Attrition: An Army of Survivors


January 26, 2008: The Department of Defense met its recruiting goals for December, 2007, as it has nearly every month since the war on terror began after September 11, 2001. Last month, nearly 17,000 new recruits joined the active duty and reserve components. All the media talk of economic recession helps, as does the decline in stories about troops dying in Afghanistan or Iraq. Combat casualties were way down in December, and many (of the few)media stories coming out of Iraq are about U.S. success. Re-enlistment rates continue to be above average, which takes some of the pressure off the recruiters. Historically, the recruiters biggest problem has been a strong economy.

But the army has lowered its recruiting standards a bit in the last few years, while it also upgraded its screening and training methods. Thus quantity and quality have been maintained. But it's known from past experience that higher quality (in terms of test scores and skills) troops are better able to survive combat.

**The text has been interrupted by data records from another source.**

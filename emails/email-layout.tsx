import { Body, Container, Head, Hr, Html, Preview, Section, Text } from "@react-email/components";
import type { CSSProperties, ReactNode } from "react";

/**
 * The frame every Tidemark e-mail shares: warm paper, dark sea-green ink, one column.
 * Inline styles only — e-mail clients drop style sheets and most web fonts, hence the
 * fallback font stack after Source Sans 3.
 */
export const emailColours = { paper: "#FAF6EF", ink: "#17302E", sea: "#0F5C57", card: "#FFFFFF", rule: "#E4DCCD" };

const font = "'Source Sans 3', 'Segoe UI', Helvetica, Arial, sans-serif";

const styles = {
  body: { backgroundColor: emailColours.paper, color: emailColours.ink, fontFamily: font, margin: 0, padding: "24px 0" },
  container: {
    backgroundColor: emailColours.card,
    border: `1px solid ${emailColours.rule}`,
    borderRadius: "8px",
    maxWidth: "520px",
    padding: "28px 32px",
  },
  mark: { color: emailColours.sea, fontSize: "18px", fontWeight: 700, letterSpacing: "0.02em", margin: "0 0 20px" },
  footer: { color: emailColours.ink, fontSize: "13px", lineHeight: "20px", margin: 0, opacity: 0.8 },
} satisfies Record<string, CSSProperties>;

export function EmailLayout({ preview, children }: { preview: string; children: ReactNode }) {
  return (
    <Html lang="en" dir="ltr">
      <Head />
      <Preview>{preview}</Preview>
      <Body style={styles.body}>
        <Container style={styles.container}>
          <Text style={styles.mark}>Tidemark</Text>
          <Section>{children}</Section>
          <Hr style={{ borderColor: emailColours.rule, margin: "24px 0 16px" }} />
          <Text style={styles.footer}>
            Tidemark keeps competency, check-off and credential records for your respiratory care department.
          </Text>
        </Container>
      </Body>
    </Html>
  );
}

These days, survival is easier, but that leads to a problem with the long term effects of multiple combat tours. The army is facing an unprecedented situation. Never before has it had so many troops who have experienced so many days of combat. In the past (Vietnam, World War II) casualties were several times higher. but combat was not as prolonged. Thus few troops lasted 200 or more days in combat. During World War II, it was found that 200 days was the average combat exposure a soldier suffered before starting to experience debilitating PTSD (post-traumatic stress disorder).

The patterns of combat were different than during World War II. For example, the bulk of the troops in Europe went in after June 6, 1944. The fighting in Europe ended eleven months later. In the Pacific, the fighting tended to be episodic. A few months of combat were followed by many months of preparing for the next island invasion or battle. In Vietnam, not a lot of people went back for multiple tours, and those who did spend a year with a combat unit, spent less time incombat than they would in Iraq. Even during Vietnam, it was noted that many of those who were in combat for 200 or more days, did get a little punchy.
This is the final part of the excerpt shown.